Dataset below:

package heat_test

import (
	"context"
	"math"
	"testing"

	"keelfall/column"
	"keelfall/solver/heat"
)

// granite is a rock of κ = 1e-6 m²/s.
func granite(name string, thickness float64) column.Layer {
	l := layer(name, thickness, constant(3), column.HeatProduction{})
	l.HeatCapacity = 1000
	return l
}

// isothermal is a geotherm of one temperature, but for the base's own.
func isothermal(c *column.Column, T float64) {
	c.Geotherm = []column.Point{{Depth: 0, Temperature: T}, {Depth: c.Depth(), Temperature: T}}
}

func begin(t testing.TB, p heat.Plan) *heat.Evolution {
	t.Helper()
	ev, err := heat.Begin(p)
	if err != nil {
		t.Fatal(err)
	}
	return ev
}

func advance(t testing.TB, ev *heat.Evolution, to float64) {
	t.Helper()
	if err := ev.Advance(context.Background(), to); err != nil {
		t.Fatal(err)
	}
}

func balanced(t testing.TB, ev *heat.Evolution) {
	t.Helper()
	if e := ev.Energy(); !(math.Abs(e.Missing) <= 1e-10*e.Moved) {
		t.Errorf("energy: %g J/m² missing of %g moved: %+v", e.Missing, e.Moved, e)
	}
	if m := ev.Mass(); !(math.Abs(m.Missing) <= 1e-10*max(m.Moved, 1e5)) {
		t.Errorf("mass: %g kg/m² missing of %g moved: %+v", m.Missing, m.Moved, m)
	}
}

// TestCooling: T = T_s + ΔT erf(z/√(4κt)), Carslaw & Jaeger 1959.
func TestCooling(t *testing.T) {
	c := cooled(273.15, 1573.15, granite("a", 400e3))
	isothermal(c, 1573.15)
	ev := begin(t, heat.Plan{Column: c, Tolerance: 0.1})
	const at = 20 * myr
	advance(t, ev, at)
	_, p, err := ev.Snapshot()
	if err != nil {
		t.Fatal(err)
	}
	var worst float64
	for z := 0.0; z < 300e3; z += 777 {
		T, _, _ := p.Layers[0].At(z)
		worst = max(worst, math.Abs(T-(273.15+1300*math.Erf(z/math.Sqrt(4e-6*at)))))
	}
	q := 3 * 1300 / math.Sqrt(math.Pi*1e-6*at)
	if worst > 0.3 || !close(p.SurfaceFlow, q, 1e-3) {
		t.Errorf("worst %g K; flow %g, want %g", worst, p.SurfaceFlow, q)
	}
	balanced(t, ev)
}

// speedPlan is a column of 300 points with five sheets.
func speedPlan() heat.Plan {
	k := column.Conductivity{Reference: 3, PerKelvin: 1e-3, PerPascal: 1e-11, At: 293.15}
	rock := func(name string, h, rho, H float64) column.Layer {
		l := layer(name, h, k, column.HeatProduction{Top: H})
		l.Density = column.EquationOfState{Reference: rho, Expansivity: 3e-5, Compressibility: 1e-11, ReferenceTemperature: 293.15}
		l.HeatCapacity = 1000
		return l
	}
	c := cooled(283.15, 1573.15, rock("upper", 20e3, 2750, 1.2e-6), rock("lower", 25e3, 2900, 0.3e-6), rock("root", 15e3, 3400, 0.1e-6), rock("mantle", 90e3, 3300, 0.02e-6))
	c.Layers[2].Root = true
	c.Base.Boundary, c.Base.Rock = column.HalfSpace, c.Layers[3].Rock
	return heat.Plan{Column: c, Events: []heat.Event{{Verb: "intrude", Name: "sheet", Layer: "upper", From: 1 * myr, Thickness: 1500, Temperature: 1463.15, Times: 5, Every: 0.5 * myr, Rock: c.Layers[1].Rock}}}
}

func BenchmarkSheets(b *testing.B) {
	b.ReportAllocs()
	for b.Loop() {
		ev := begin(b, speedPlan())
		advance(b, ev, 100*myr)
	}
}

// TestSheets: Run's lists belong together, its snapshots are at the times asked, the
// column is thicker by the sheets, and most of the heat they brought leaves in 97 Myr.
func TestSheets(t *testing.T) {
	p := speedPlan()
	p.Markers = []heat.Marker{{Name: "m", BaseOf: "upper"}}
	asked := []float64{100 * myr, 0, 3 * myr}
	h, err := heat.Run(context.Background(), p, 100*myr, asked)
	if err != nil {
		t.Fatal(err)
	}
	n := len(h.Time)
	for i := range h.Time {
		if i > 0 && !(h.Time[i] > h.Time[i-1]) {
			t.Fatalf("time %d is %g s after %g s", i, h.Time[i], h.Time[i-1])
		}
	}
	if len(h.SurfaceFlow) != n || len(h.RootBase) != n || len(h.RootThickness) != n || len(h.Depth) != n || len(h.MeltFraction) != n || len(h.Reacted) != n || h.Time[0] != 0 || h.Time[n-1] != 100*myr {
		t.Errorf("%d times from %g to %g s; other lists differ", n, h.Time[0], h.Time[n-1])
	}
	if len(h.Snapshots) != 3 || h.Snapshots[0].Time != 0 || h.Snapshots[1].Time != 3*myr || h.Snapshots[2].Time != 100*myr {
		t.Fatalf("%d snapshots", len(h.Snapshots))
	}
	if a, b := len(h.Snapshots[0].Column.Layers), len(h.Snapshots[1].Column.Layers); a != 4 || b != 9 {
		t.Errorf("%d layers, then %d", a, b)
	}
	// The sheets come in below the marker, which heat moves by less than 1 %.
	path := h.Paths[0]
	if d := path.Depth[len(path.Depth)-1]; math.Abs(d/path.Depth[0]-1) > 0.01 {
		t.Errorf("the base of the layer above the sheets went from %g to %g m", path.Depth[0], d)
	}
	if d := h.Depth[n-1] - h.Depth[0]; math.Abs(d/7.5e3-1) > 0.1 {
		t.Errorf("the column is thicker by %g m", d)
	}
	if !(path.Peak > path.T[0]+300) || !(math.Abs(h.RootThickness[n-1]/15e3-1) < 0.02) {
		t.Errorf("hottest %g K from %g K; root %g m", path.Peak, path.T[0], h.RootThickness[n-1])
	}
	still, err := heat.Steady(h.Snapshots[2].Column)
	if err != nil {
		t.Fatal(err)
	}
	// All five cool with τ = L²/(π²κ) = 80 Myr: exp(−97/80) of the excess is left at most.
	first, last := h.Snapshots[1].Profile.SurfaceFlow-still.SurfaceFlow, h.SurfaceFlow[n-1]-still.SurfaceFlow
	if !(first > 0 && math.Abs(last) < 0.3*first) {
		t.Errorf("surface flow above the steady one: %g at 3 Myr, %g at 100 Myr", first, last)
	}
	if !(math.Abs(h.Energy.Missing) <= 1e-10*h.Energy.Moved) {
		t.Errorf("energy %+v", h.Energy)
	}
}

End of Dataset.

Assigned task |
From the first line to the last, retype the records exactly.

The answer |
package heat_test

import (
	"context"
	"math"
	"testing"

	"keelfall/column"
	"keelfall/solver/heat"
)

// granite is a rock of κ = 1e-6 m²/s.
func granite(name string, thickness float64) column.Layer {
	l := layer(name, thickness, constant(3), column.HeatProduction{})
	l.HeatCapacity = 1000
	return l
}

// isothermal is a geotherm of one temperature, but for the base's own.
func isothermal(c *column.Column, T float64) {
	c.Geotherm = []column.Point{{Depth: 0, Temperature: T}, {Depth: c.Depth(), Temperature: T}}
}

func begin(t testing.TB, p heat.Plan) *heat.Evolution {
	t.Helper()
	ev, err := heat.Begin(p)
	if err != nil {
		t.Fatal(err)
	}
	return ev
}

func advance(t testing.TB, ev *heat.Evolution, to float64) {
	t.Helper()
	if err := ev.Advance(context.Background(), to); err != nil {
		t.Fatal(err)
	}
}

func balanced(t testing.TB, ev *heat.Evolution) {
	t.Helper()
	if e := ev.Energy(); !(math.Abs(e.Missing) <= 1e-10*e.Moved) {
		t.Errorf("energy: %g J/m² missing of %g moved: %+v", e.Missing, e.Moved, e)
	}
	if m := ev.Mass(); !(math.Abs(m.Missing) <= 1e-10*max(m.Moved, 1e5)) {
		t.Errorf("mass: %g kg/m² missing of %g moved: %+v", m.Missing, m.Moved, m)
	}
}

// TestCooling: T = T_s + ΔT erf(z/√(4κt)), Carslaw & Jaeger 1959.
func TestCooling(t *testing.T) {
	c := cooled(273.15, 1573.15, granite("a", 400e3))
	isothermal(c, 1573.15)
	ev := begin(t, heat.Plan{Column: c, Tolerance: 0.1})
	const at = 20 * myr
	advance(t, ev, at)
	_, p, err := ev.Snapshot()
	if err != nil {
		t.Fatal(err)
	}
	var worst float64
	for z := 0.0; z < 300e3; z += 777 {
		T, _, _ := p.Layers[0].At(z)
		worst = max(worst, math.Abs(T-(273.15+1300*math.Erf(z/math.Sqrt(4e-6*at)))))
	}
	q := 3 * 1300 / math.Sqrt(math.Pi*1e-6*at)
	if worst > 0.3 || !close(p.SurfaceFlow, q, 1e-3) {
		t.Errorf("worst %g K; flow %g, want %g", worst, p.SurfaceFlow, q)
	}
	balanced(t, ev)
}

// speedPlan is a column of 300 points with five sheets.
func speedPlan() heat.Plan {
	k := column.Conductivity{Reference: 3, PerKelvin: 1e-3, PerPascal: 1e-11, At: 293.15}
	rock := func(name string, h, rho, H float64) column.Layer {
		l := layer(name, h, k, column.HeatProduction{Top: H})
		l.Density = column.EquationOfState{Reference: rho, Expansivity: 3e-5, Compressibility: 1e-11, ReferenceTemperature: 293.15}
		l.HeatCapacity = 1000
		return l
	}
	c := cooled(283.15, 1573.15, rock("upper", 20e3, 2750, 1.2e-6), rock("lower", 25e3, 2900, 0.3e-6), rock("root", 15e3, 3400, 0.1e-6), rock("mantle", 90e3, 3300, 0.02e-6))
	c.Layers[2].Root = true
	c.Base.Boundary, c.Base.Rock = column.HalfSpace, c.Layers[3].Rock
	return heat.Plan{Column: c, Events: []heat.Event{{Verb: "intrude", Name: "sheet", Layer: "upper", From: 1 * myr, Thickness: 1500, Temperature: 1463.15, Times: 5, Every: 0.5 * myr, Rock: c.Layers[1].Rock}}}
}

func BenchmarkSheets(b *testing.B) {
	b.ReportAllocs()
	for b.Loop() {
		ev := begin(b, speedPlan())
		advance(b, ev, 100*myr)
	}
}

// TestSheets: Run's lists belong together, its snapshots are at the times asked, the
// column is thicker by the sheets, and most of the heat they brought leaves in 97 Myr.
func TestSheets(t *testing.T) {
	p := speedPlan()
	p.Markers = []heat.Marker{{Name: "m", BaseOf: "upper"}}
	asked := []float64{100 * myr, 0, 3 * myr}
	h, err := heat.Run(context.Background(), p, 100*myr, asked)
	if err != nil {
		t.Fatal(err)
	}
	n := len(h.Time)
	for i := range h.Time {
		if i > 0 && !(h.Time[i] > h.Time[i-1]) {
			t.Fatalf("time %d is %g s after %g s", i, h.Time[i], h.Time[i-1])
		}
	}
	if len(h.SurfaceFlow) != n || len(h.RootBase) != n || len(h.RootThickness) != n || len(h.Depth) != n || len(h.MeltFraction) != n || len(h.Reacted) != n || h.Time[0] != 0 || h.Time[n-1] != 100*myr {
		t.Errorf("%d times from %g to %g s; other lists differ", n, h.Time[0], h.Time[n-1])
	}
	if len(h.Snapshots) != 3 || h.Snapshots[0].Time != 0 || h.Snapshots[1].Time != 3*myr || h.Snapshots[2].Time != 100*myr {
		t.Fatalf("%d snapshots", len(h.Snapshots))
	}
	if a, b := len(h.Snapshots[0].Column.Layers), len(h.Snapshots[1].Column.Layers); a != 4 || b != 9 {
		t.Errorf("%d layers, then %d", a, b)
	}
	// The sheets come in below the marker, which heat moves by less than 1 %.
	path := h.Paths[0]
	if d := path.Depth[len(path.Depth)-1]; math.Abs(d/path.Depth[0]-1) > 0.01 {
		t.Errorf("the base of the layer above the sheets went from %g to %g m", path.Depth[0], d)
	}
	if d := h.Depth[n-1] - h.Depth[0]; math.Abs(d/7.5e3-1) > 0.1 {
		t.Errorf("the column is thicker by %g m", d)
	}
	if !(path.Peak > path.T[0]+300) || !(math.Abs(h.RootThickness[n-1]/15e3-1) < 0.02) {
		t.Errorf("hottest %g K from %g K; root %g m", path.Peak, path.T[0], h.RootThickness[n-1])
	}
	still, err := heat.Steady(h.Snapshots[2].Column)
	if err != nil {
		t.Fatal(err)
	}
	// All five cool with τ = L²/(π²κ) = 80 Myr: exp(−97/80) of the excess is left at most.
	first, last := h.Snapshots[1].Profile.SurfaceFlow-still.SurfaceFlow, h.SurfaceFlow[n-1]-still.SurfaceFlow
	if !(first > 0 && math.Abs(last) < 0.3*first) {
		t.Errorf("surface flow above the steady one: %g at 3 Myr, %g at 100 Myr", first, last)
	}
	if !(math.Abs(h.Energy.Missing) <= 1e-10*h.Energy.Moved) {
		t.Errorf("energy %+v", h.Energy)
	}
}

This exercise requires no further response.